The Society for Psychical Research contains many cases which have thus far baffled explanation. The instance of clairvoyance on the part of the son of Dr. Lee, the late Bishop of Iowa, is authenticated beyond question. A tender and sympathetic affection existed between the father and son; the latter was greatly distressed one night by a vivid dream of seeing his father fall down stairs. He sprang to catch the Bishop and in doing so awoke both himself and his wife, to whom he related his dream. He looked at the time; it was two fifteen a. m. Unable to sleep, he rose early and tele-graphed his father to know if all were well. The letter in reply informed him that on the night of and almost within the minute of his dream, the Bishop had fallen down a flight of steps and was seriously injured.

An independent confirmation of this incident was sent to Dr. Hodgson by the Bishop of Iowa. (Records of the S. P. R., Vol. VII, p. 38.)

A volume published in 1879 under the title of "X Y Z, or the Sleeping Preacher of North Alabama," gives a well authenticated account of the clairvoyant faculty in a highly respected Presbyterian minister, the Reverend Sanders. Professor James, Dr. Hodgson, Chief Justice Brickell and Dr. Thach, who attended the Reverend gentleman when he became entranced, unite in corroborating the incidents set forth in this volume.

In the trance condition Dr. Sanders would ignore his own named and designate himself X Y Z. His sleep would last from fifteen minutes to as many days, during which time he could direct his consciousness to events transpiring at any distant spot to which his attention was called.

Sixty-nine witnesses, all of unimpeachable character and many of them persons of education, testify to having seen the Reverend Sanders in these conditions of trance and to having heard him describe incidents that he could not have known in a waking state. One of these is given herewith.

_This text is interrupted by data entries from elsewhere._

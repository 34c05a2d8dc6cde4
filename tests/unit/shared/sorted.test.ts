import fc from 'fast-check'
import { describe, expect, it } from 'vitest'
import { partitionPoint } from '../../../shared/sorted'

describe('partitionPoint', () => {
  it('finds the first item not before the point, as a scan from the start does', () => {
    fc.assert(fc.property(fc.array(fc.integer({ min: -50, max: 50 })), fc.integer({ min: -60, max: 60 }), (values, point) => {
      const sorted = [...values].sort((a, b) => a - b)
      const scanned = sorted.findIndex(v => !(v < point))
      expect(partitionPoint(sorted, v => v < point)).toBe(scanned === -1 ? sorted.length : scanned)
      const scannedAfter = sorted.findIndex(v => !(v <= point))
      expect(partitionPoint(sorted, v => v <= point)).toBe(scannedAfter === -1 ? sorted.length : scannedAfter)
    }))
  })

  it('answers 0 for an empty list and the length when every item comes before', () => {
    expect(partitionPoint([], () => true)).toBe(0)
    expect(partitionPoint([1, 2, 3], () => true)).toBe(3)
    expect(partitionPoint([1, 2, 3], () => false)).toBe(0)
  })
})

"I hereby certify that one day about the middle of the month of February, 1866, while Brother Sanders was confined to his bed from a dislocated thigh, I was at his house, and he was lying in his bed in one of his so-called 'sleeps.' He attracted my attention by a hearty laugh. I asked him the cause of his amusement. He replied: 'I was laughing at De Witt.' I asked what De Witt was doing. He said: 'He was having a hard scuffle to keep from falling off the fence, for the top rail was turning with him and he was trying to keep from falling over it.' Nothing more was said until De Witt arrived, which was in ten or fifteen minutes.